Description: BACKGROUND OF THE INVENTION 1. Field of the Invention The present invention relates to a microcomputer having a built-in non-volatile memory (such as a flash memory) having characteristics capable of electrically erasing data and writing / reading data. 2. Description of the Related Art FIG. 3 is a block diagram showing a main part of a conventional microcomputer. In FIG. 3, (1) is a flash memory (non-volatile memory), which has a characteristic that data can be electrically erased collectively or partially (for example, in units of pages (128 words)) and data can be repeatedly written and read. The flash memory (1) functions as a program memory of the microcomputer. The memory cells in the address area A store program instructions for executing various logical operations, and the memory cells in the address area B store the program of the address area A. A rewrite command for rewriting the command is stored.

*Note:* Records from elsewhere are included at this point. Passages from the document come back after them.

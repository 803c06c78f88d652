"""The drawing entities that bound a finding's place, with their layers and handles.

This module owns the lookup the finding sheets of :mod:`floorfit.report.sheets` use to name what
bounds a place: the obstacle index of a plan (:func:`sheet_obstacles`: walls and solids with their
layers, DXF handles or building-model element ids and heights, in the plan's local frame, metres),
its nearest-entity and overlap queries, the doorway near a finding, and :class:`Bound`, the entity
as a sheet lists it (side, kind, layer, handle, distance in metres, nearest point in the drawing
frame).
"""

from __future__ import annotations

import math
from dataclasses import dataclass
from typing import Any

import numpy as np
import shapely
import shapely.ops

from floorfit.report.kinds import plain_text

__all__ = ["Bound", "sheet_obstacles"]


@dataclass(frozen=True)
class Bound:
    """A drawing entity that bounds the place: which side, what, on which layer, its handle."""

    side: str
    entity: str          # "linework", "solid" (with the DXF entity type where kept), "doorway", "overhead"
    layer: str
    handle: str | None
    distance_m: float
    x: float
    y: float
    id_name: str = "handle"

    def text(self) -> str:
        if self.handle:
            handle = f"handle #{self.handle}" if self.id_name == "handle" else f"{self.id_name} {self.handle}"
        else:
            handle = "handle not kept by the importer"
        layer = f"layer {self.layer}" if self.layer else "no layer"
        return (f"{self.side}: {self.entity} on {layer}, {handle}, nearest point ({self.x:.2f}, {self.y:.2f}) m")


# -- obstacles with their layers and handles ------------------------------------------------------
class _Obstacles:
    def __init__(self, plan: Any):
        self.plan = plan
        walls, solids = list(plan.walls), list(plan.solids)
        self.geoms = np.asarray(walls + solids, dtype=object)
        self.kind = np.array(["linework"] * len(walls) + ["solid"] * len(solids), dtype=object)
        self.layer = np.concatenate([np.asarray(plan.wall_layers, dtype=object),
                                     np.asarray(plan.solid_layers, dtype=object)]) if len(self.geoms) \
            else np.zeros(0, dtype=object)
        self.handle, self.id_name = _entity_ids(plan, len(walls), len(solids))
        # DXF entity types where the importer kept them ("LINE", "HATCH", ...)
        self.etype = _per_obstacle(plan, "wall_types", "solid_types", len(walls), len(solids))
        heights = np.concatenate([np.asarray(plan.wall_heights).reshape(-1, 2),
                                  np.asarray(plan.solid_heights).reshape(-1, 2)])
        self.bottom = heights[:, 0] if len(heights) else np.zeros(0)
        self.floor = self.bottom <= 0
        self.tree = shapely.STRtree(self.geoms) if len(self.geoms) else None
        floor_geoms = self.geoms[self.floor] if len(self.geoms) else self.geoms
        self.floor_union = shapely.STRtree(floor_geoms) if len(floor_geoms) else None
        self.floor_geoms = floor_geoms
        self._clipped: dict[tuple[float, ...], tuple[list, list, list]] = {}

    def in_box(self, box: tuple[float, float, float, float]) -> np.ndarray:
        if self.tree is None:
            return np.zeros(0, dtype=int)
        return np.sort(self.tree.query(shapely.box(*box)))

    def clipped(self, box: tuple[float, float, float, float]) -> tuple[list, list, list]:
        """The floor solids, floor linework and overhead obstacles that meet ``box`` (local frame, m),
        each cut to the box, in obstacle order; worked out once per box (a sheet's close-up in
        report.html and in report.pdf share it)."""
        key = tuple(float(v) for v in box)
        if key not in self._clipped:
            idx = self.in_box(key)
            cut = shapely.intersection(self.geoms[idx], shapely.box(*key)) if len(idx) else np.zeros(0, dtype=object)
            floor = self.floor[idx]
            kind = self.kind[idx]
            self._clipped[key] = (list(cut[(kind == "solid") & floor]), list(cut[(kind == "linework") & floor]),
                                  list(cut[~floor]))
        return self._clipped[key]

    def nearest_bound(self, side: str, lx: float, ly: float, *, floor_only: bool = True) -> Bound | None:
        if self.tree is None:
            return None
        p = shapely.Point(lx, ly)
        idx = self.tree.query(p.buffer(0.05))
        cand = [int(i) for i in idx if not floor_only or self.floor[int(i)]]
        if not cand:
            near = self.tree.query_nearest(p, max_distance=5.0)
            cand = [int(i) for i in near if not floor_only or self.floor[int(i)]]
        if not cand:
            return None
        d = [self.geoms[i].distance(p) for i in cand]
        i = cand[int(np.argmin(d))]
        q = shapely.ops.nearest_points(self.geoms[i], p)[0]
        x, y = self.plan.to_drawing(q.x, q.y)
        return Bound(side, self.what(i), plain_text(self.layer[i]), self.handle[i], float(min(d)), x, y,
                     self.id_name)

    def what(self, i: int) -> str:
        """What obstacle ``i`` is: "linework" or "solid", with its DXF entity type where kept."""
        etype = self.etype[i]
        return f"{self.kind[i]} ({plain_text(etype)})" if etype else str(self.kind[i])

    def collides(self, poly: Any) -> bool:
        if self.floor_union is None:
            return False
        return bool(len(self.floor_union.query(poly, predicate="intersects")))

    def overlap_area(self, poly: Any) -> float:
        if self.floor_union is None:
            return 0.0
        idx = self.floor_union.query(poly, predicate="intersects")
        area = 0.0
        for i in idx:
            g = self.floor_geoms[int(i)]
            area += poly.intersection(g).area if g.geom_type.endswith("Polygon") else poly.intersection(g).length * 0.01
        return area


def _per_obstacle(plan: Any, w_key: str, s_key: str, n_walls: int, n_solids: int) -> list[str | None]:
    """One text per obstacle (walls, then solids) from the plan's optional arrays; None where unknown."""
    out: list[str | None] = [None] * (n_walls + n_solids)
    for key, start, n in ((w_key, 0, n_walls), (s_key, n_walls, n_solids)):
        values = getattr(plan, key, None)
        if values is not None and len(values) == n:
            out[start:start + n] = [None if v is None or v == "" else str(v) for v in values]
    return out


def _entity_ids(plan: Any, n_walls: int, n_solids: int) -> tuple[list[str | None], str]:
    """The entity each obstacle came from: element ids of a building model, else DXF handles."""
    for w_key, s_key, name in (("wall_ids", "solid_ids", "element id"), ("wall_handles", "solid_handles", "handle")):
        if getattr(plan, w_key, None) is not None or getattr(plan, s_key, None) is not None:
            return _per_obstacle(plan, w_key, s_key, n_walls, n_solids), name
    return [None] * (n_walls + n_solids), "handle"


def sheet_obstacles(result: Any) -> _Obstacles:
    """The obstacle index the close-ups share (build once per report)."""
    return _Obstacles(result.plan)


def _doorway_bound(result: Any, f: Any) -> Bound | None:
    plan = result.plan
    lx, ly = plan.to_local(f.x, f.y)
    best = None
    for door in plan.doors:
        d = math.hypot(door.x - lx, door.y - ly)
        if d <= 1.5 and (best is None or d < best[0]):
            best = (d, door)
    if best is None:
        return None
    door = best[1]
    x, y = plan.to_drawing(door.x, door.y)
    name = f"doorway {door.label}" if door.label else "doorway"
    return Bound("door", f"{plain_text(name)} ({door.width_m:.2f} m drawn, found as {door.source or 'door'})",
                 plain_text(door.layer), door.handle, best[0], x, y)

The flash memory (1) normally jumps from the address area A so that the address area A is designated and the address area B is designated only when an interrupt request for rewriting the program contents of the address area A is generated. The microcomputer executes various logical operation operations according to the result of decoding the program instruction read from the address area A of the flash memory (1), while the microcomputer executes the rewrite instruction read from the address area B of the flash memory (1). The rewriting operation of the contents of the address area A is executed in accordance with the result of decryption. The rewrite data in the address area A of the flash memory (1) is prepared in advance in the microcomputer (eg, a mask ROM is separately provided and stored as table data) or supplied from outside the microcomputer. Any method (such as a method of supplying from a PROM writer) may be used. (2) A page buffer (static R)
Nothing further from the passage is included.